Saved data entries:

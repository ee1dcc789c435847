package compare

import (
	"cmp"
	"errors"
	"fmt"
	"math"
	"slices"
	"strings"

	"tandem/compare/consistency"
	"tandem/compare/table"
)

// Criterion names of the N-team test. A team's leave-one-out criteria
// are named "TEAM: " followed by CritTeamLOO or CritTeamShift.
const (
	CritTeams     = "N-team chi2 p-value"
	CritTeamLOO   = "leave-one-out chi2 p-value"
	CritTeamShift = "leave-one-out shift p-value"
)

// PairwiseNote is the warning every pairwise comparison of three or more
// teams carries: its p-values are diagnostics, outside the α family.
const PairwiseNote = "diagnostic: with three or more teams the N-team test judges; this pair's p-values are shown but are not in the α family (its comparable-bins check and declared tolerances still count)"

// TeamSource is one error source of the N-team test with the correlation
// it has between any two different teams.
type TeamSource struct {
	Name     string
	Rho      float64
	Declared bool
}

// TeamsResult is the N-team consistency test of one compared column
// (see package consistency) with its criteria.
type TeamsResult struct {
	// Observable and Column name what was compared.
	Observable, Column string
	// Teams are the teams' labels and Files their tables, in input order.
	Teams, Files []string
	// Lo and Hi are the common bin edges.
	Lo, Hi []float64
	// Values are the teams' values, [team][bin]; Sigma their total
	// uncertainty (the sources in quadrature), for figures.
	Values, Sigma [][]float64
	Sources       []TeamSource
	// Test holds the statistics: χ², its per-bin terms, the combination
	// of all teams and every team's leave-one-out deviation.
	Test *consistency.Result
	// Departing is the team whose leave-one-out p-value (χ² or shift) is
	// the smallest; Departs lists the teams whose leave-one-out criteria
	// fail, the smallest p-value first (empty when none does). With few
	// teams, one departing team pulls the combination of the others, so
	// another team's leave-one-out test may fail beside it.
	Departing string
	Departs   []string
	// Criteria are the N-team χ² p-value, then for each team its
	// leave-one-out χ² and shift p-values, adjusted (Holm) in one family
	// with every other p-value criterion of the command.
	Criteria []Criterion
	Alpha    float64
	Family   int
	Warnings []string
	Pass     bool
}

// Verdict is "pass" or "fail".
func (r *TeamsResult) Verdict() string { return verdict(r.Pass) }

// Failures lists the failed criteria in words.
func (r *TeamsResult) Failures() []string {
	return (&Result{Criteria: r.Criteria}).Failures()
}

// Pair is the pairwise comparison of teams I and J (I < J) of one column:
// a diagnostic beside the N-team test (see [PairwiseNote]).
type Pair struct {
	Observable string
	I, J       int
	*Result
}

// TeamsComparison is the comparison of three or more tables.
type TeamsComparison struct {
	Results []*TeamsResult
	Pairs   []Pair
}

// Teams compares the selected columns of three or more tables, labelled
// labels: per column, the N-team consistency test (package consistency)
// with the error sources of the selection and their correlations between
// teams (opt.Correlations, opt.Default; numbers only), and every pair of
// tables as a diagnostic. The family that holds the false-alarm rate at
// opt.Alpha (Holm, [AdjustFamily]) is the N-team χ² and each team's
// leave-one-out χ² and shift p-values of every column; the pairwise
// p-values are computed and shown but are outside it. The pairs' other
// criteria (every bin comparable, declared tolerances) count.
//
// Settings that describe two chains only are refused: covariance matrices,
// the subset rule, the event overlap, counts and per-bin correlation
// columns.
func Teams(tables []*table.Table, labels []string, name string, sels []Selection, opt Options) (*TeamsComparison, error) {
	if len(tables) < 3 {
		return nil, fmt.Errorf("the N-team test needs three or more tables, got %d", len(tables))
	}
	if len(labels) != len(tables) {
		return nil, fmt.Errorf("%d labels for %d tables", len(labels), len(tables))
	}
	if err := opt.Validate(); err != nil {
		return nil, err
	}
	e := opt.effective()
	switch {
	case e.Counts:
		return nil, errors.New("counts are compared two tables at a time; three or more teams are compared as values with uncertainties")
	case opt.CovA != nil:
		return nil, errors.New("covariance matrices describe two tables; with three or more teams give error sources and their correlations between teams")
	case e.Subset:
		return nil, errors.New("the subset rule describes two tables; with three or more teams declare the correlation of each error source between teams")
	case e.Overlap.Enabled():
		return nil, errors.New("the event overlap describes two tables; with three or more teams declare the correlation of each error source between teams as a number")
	case e.Default.Column != "":
		return nil, fmt.Errorf("a per-bin correlation column (%q) is not supported with three or more teams; give the correlation as a number", e.Default.Column)
	}
	for k, r := range e.Correlations {
		if r.Column != "" {
			return nil, fmt.Errorf("error source %q: a per-bin correlation column (%q) is not supported with three or more teams; give the correlation as a number", k, r.Column)
		}
	}
	for _, t := range tables[1:] {
		if err := table.SameEdges(tables[0], t, opt.EdgeTol); err != nil {
			return nil, err
		}
	}
	if len(sels) == 0 {
		return nil, fmt.Errorf("%s: no value columns to compare", tables[0].Source)
	}
	out := &TeamsComparison{}
	matched := map[string]bool{}
	var pairResults []*Result
	for _, sel := range sels {
		for _, t := range tables {
			if err := checkSelection(t, sel); err != nil {
				return nil, err
			}
		}
		for i := range tables {
			for j := i + 1; j < len(tables); j++ {
				s, err := buildSides(tables[i], tables[j], sel, &e, matched)
				if err != nil {
					return nil, err
				}
				r, err := compareSides(s, &opt)
				var nu *NoUncertaintyError
				switch {
				case errors.As(err, &nu):
					return nil, err
				case err != nil:
					return nil, fmt.Errorf("column %q, %s and %s: %w", sel.Value, labels[i], labels[j], err)
				}
				r.LabelA, r.LabelB = labels[i], labels[j]
				r.Criteria = slices.DeleteFunc(r.Criteria, func(c Criterion) bool { return c.Kind == KindPValue })
				r.Warnings = append(r.Warnings, PairwiseNote)
				r.settle()
				pairResults = append(pairResults, r)
				out.Pairs = append(out.Pairs, Pair{Observable: name, I: i, J: j, Result: r})
			}
		}
		tr, err := teamsColumn(tables, labels, name, sel, &e)
		if err != nil {
			return nil, err
		}
		if tr != nil {
			out.Results = append(out.Results, tr)
		}
	}
	if err := unusedCorrelations(e, matched, sels); err != nil {
		return nil, err
	}
	// One Holm family: the N-team criteria of every column. The pairs hold
	// no p-value criterion, so adjusting them too changes nothing in the
	// family; it sets their Alpha and settles them.
	shadows := make([]*Result, len(out.Results))
	for k, tr := range out.Results {
		shadows[k] = &Result{Criteria: tr.Criteria}
	}
	if err := AdjustFamily(append(shadows, pairResults...), e.Alpha); err != nil {
		return nil, err
	}
	for k, tr := range out.Results {
		sh := shadows[k]
		tr.Criteria, tr.Alpha, tr.Family, tr.Pass = sh.Criteria, sh.Alpha, sh.Family, sh.Pass
		if len(tr.Criteria) == 0 {
			tr.Pass = true // alpha 0: only the pairs' tolerances judge
		}
		tr.Departs = nil
		for _, c := range tr.Criteria {
			if team, ok := strings.CutSuffix(c.Name, ": "+CritTeamLOO); ok && !c.Pass && !slices.Contains(tr.Departs, team) {
				tr.Departs = append(tr.Departs, team)
			}
			if team, ok := strings.CutSuffix(c.Name, ": "+CritTeamShift); ok && !c.Pass && !slices.Contains(tr.Departs, team) {
				tr.Departs = append(tr.Departs, team)
			}
		}
	}
	for _, tr := range out.Results {
		if tr.Test == nil {
			continue
		}
		// the team farthest from the others first
		minP := map[string]float64{}
		for _, d := range tr.Test.LeaveOneOut {
			minP[d.Team] = d.MinPValue()
		}
		slices.SortStableFunc(tr.Departs, func(a, b string) int { return cmp.Compare(minP[a], minP[b]) })
	}
	for _, r := range pairResults {
		r.Family = 0
	}
	return out, nil
}

// teamsColumn runs the N-team test of one selection; nil when the column
// has no uncertainty source (a numerical tolerance then judges the pairs
// alone).
func teamsColumn(tables []*table.Table, labels []string, name string, sel Selection, e *Options) (*TeamsResult, error) {
	n := len(tables)
	bins := tables[0].Len()
	tr := &TeamsResult{Observable: name, Column: sel.Value, Teams: slices.Clone(labels),
		Lo: tables[0].Lo, Hi: tables[0].Hi, Values: make([][]float64, n), Sigma: make([][]float64, n)}
	in := consistency.Input{Teams: tr.Teams, Values: make([][]float64, n)}
	for t, tab := range tables {
		tr.Files = append(tr.Files, tab.Source)
		tr.Values[t] = tab.Column(sel.Value)
		in.Values[t] = tr.Values[t]
	}
	var srcErr error
	add := func(src string, sigma func(t, i int) float64) {
		_, rho, ok := lookup(e.Correlations, src, sel.Value)
		if !ok {
			rho = e.Default
		}
		if lim := -1 / float64(n-1); rho.Value < lim && srcErr == nil {
			// the correlation matrix of n teams with one common ρ is
			// positive semi-definite only for ρ ≥ −1/(n−1)
			srcErr = fmt.Errorf("error source %q: correlation %s between %d teams is below −1/(N−1) = %s: no %d teams can all be correlated that negatively",
				src, table.Format(rho.Value), n, table.Format(lim), n)
		}
		s := consistency.Source{Name: src, Sigma: make([][]float64, n), Rho: rho.Value}
		for t := range n {
			s.Sigma[t] = make([]float64, bins)
			for i := range bins {
				s.Sigma[t][i] = sigma(t, i)
			}
		}
		in.Sources = append(in.Sources, s)
		tr.Sources = append(tr.Sources, TeamSource{Name: src, Rho: rho.Value, Declared: rho.Set})
	}
	for _, col := range sel.Errors {
		add(col, func(t, i int) float64 { return tables[t].Column(col)[i] })
	}
	asym := false
	for k := range sel.Minus {
		lo, hi := sel.Minus[k], sel.Plus[k]
		add(strings.TrimSuffix(lo, "_minus"), func(t, i int) float64 {
			d, u := tables[t].Column(lo)[i], tables[t].Column(hi)[i]
			asym = asym || d != u
			return (d + u) / 2
		})
	}
	if srcErr != nil {
		return nil, srcErr
	}
	if len(in.Sources) == 0 {
		if e.AbsTol > 0 || e.RelTol > 0 {
			return nil, nil
		}
		return nil, &NoUncertaintyError{Source: tables[0].Source, Column: sel.Value}
	}
	if asym {
		tr.Warnings = append(tr.Warnings, "asymmetric errors: the N-team test uses the mean of each lower and upper error")
	}
	declared := e.Default.Set
	for _, s := range tr.Sources {
		declared = declared || s.Declared
	}
	if !declared {
		tr.Warnings = append(tr.Warnings, "correlation of the teams' errors taken as 0: if teams share events or systematic inputs, the test is too lenient; declare the correlations")
	}
	for t := range n {
		tr.Sigma[t] = make([]float64, bins)
		for i := range bins {
			var s2 float64
			for _, s := range in.Sources {
				s2 += s.Sigma[t][i] * s.Sigma[t][i]
			}
			tr.Sigma[t][i] = math.Sqrt(s2)
		}
	}
	// A bin where some team has no uncertainty cannot enter the test (its
	// covariance is singular): when every team has σ = 0 and the same
	// value it is left out with a warning, otherwise it is incomparable
	// and fails the comparable-bins check.
	var used, incomparable []int
	left := 0
	for i := range bins {
		zero, all, same := false, true, true
		for k := range n {
			z := tr.Sigma[k][i] == 0
			zero, all = zero || z, all && z
			same = same && tr.Values[k][i] == tr.Values[0][i]
		}
		switch {
		case !zero:
			used = append(used, i)
		case all && same:
			left++
		default:
			incomparable = append(incomparable, i+1)
		}
	}
	if left > 0 {
		tr.Warnings = append(tr.Warnings, fmt.Sprintf("%d bin(s) where every team has the same value and no uncertainty left out of the N-team test", left))
	}
	if len(incomparable) > 0 {
		tr.Criteria = append(tr.Criteria, Criterion{Name: CritComparable, Kind: KindCheck, Value: float64(len(incomparable)), Limit: 0, Op: "<=",
			Bins: incomparable, Detail: fmt.Sprintf("%d bin(s) where a team has no uncertainty cannot enter the N-team test: bin(s) %s", len(incomparable), binList(incomparable))})
	}
	if len(used) == 0 {
		tr.Warnings = append(tr.Warnings, "no bin where every team has an uncertainty: no N-team test")
		return tr, nil
	}
	if len(used) < bins {
		in = subsetBins(in, used)
	}
	res, err := consistency.Test(in)
	if err != nil {
		return nil, fmt.Errorf("column %q: %w", sel.Value, err)
	}
	if len(used) < bins {
		expandBins(res, used, bins)
	}
	tr.Test = res
	tr.Departing = res.Departing().Team
	if e.Alpha > 0 {
		p := func(name string, v float64, why string) {
			tr.Criteria = append(tr.Criteria, Criterion{Name: name, Kind: KindPValue, Value: v, Limit: e.Alpha, Op: ">", Pass: true, why: why})
		}
		p(CritTeams, res.PValue, fmt.Sprintf("χ² = %s for %d degrees of freedom: the %d teams do not agree with one common value per bin", fmtG(res.Chi2), res.NDF, n))
		for _, d := range res.LeaveOneOut {
			p(d.Team+": "+CritTeamLOO, d.PValue, fmt.Sprintf("team %s departs from the combination of the others: χ² = %s for %d degrees of freedom", d.Team, fmtG(d.Chi2), d.NDF))
			p(d.Team+": "+CritTeamShift, d.ShiftPValue, fmt.Sprintf("team %s is shifted against the combination of the others: mean pull %s, z = %s", d.Team, fmtG(d.MeanPull), fmtG(d.ShiftZ)))
		}
	}
	return tr, nil
}

// subsetBins is in restricted to the bins idx.
func subsetBins(in consistency.Input, idx []int) consistency.Input {
	pick := func(xs []float64) []float64 {
		out := make([]float64, len(idx))
		for k, i := range idx {
			out[k] = xs[i]
		}
		return out
	}
	out := consistency.Input{Teams: in.Teams}
	for _, v := range in.Values {
		out.Values = append(out.Values, pick(v))
	}
	for _, s := range in.Sources {
		ns := consistency.Source{Name: s.Name, Rho: s.Rho}
		for _, sg := range s.Sigma {
			ns.Sigma = append(ns.Sigma, pick(sg))
		}
		out.Sources = append(out.Sources, ns)
	}
	return out
}

// expandBins spreads the per-bin results of the bins idx back over all
// bins, NaN (undefined) where a bin was left out.
func expandBins(r *consistency.Result, idx []int, bins int) {
	spread := func(xs []float64) []float64 {
		out := make([]float64, bins)
		for i := range out {
			out[i] = math.NaN()
		}
		for k, i := range idx {
			out[i] = xs[k]
		}
		return out
	}
	r.BinChi2, r.Combined, r.CombinedSigma = spread(r.BinChi2), spread(r.Combined), spread(r.CombinedSigma)
	for t := range r.LeaveOneOut {
		r.LeaveOneOut[t].Pulls = spread(r.LeaveOneOut[t].Pulls)
	}
}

■ **What the task asks**: Scan the entries above. Copy each line that has the string "NoUncertaintyError".

■ **The answer**:
				var nu *NoUncertaintyError
		return nil, &NoUncertaintyError{Source: tables[0].Source, Column: sel.Value}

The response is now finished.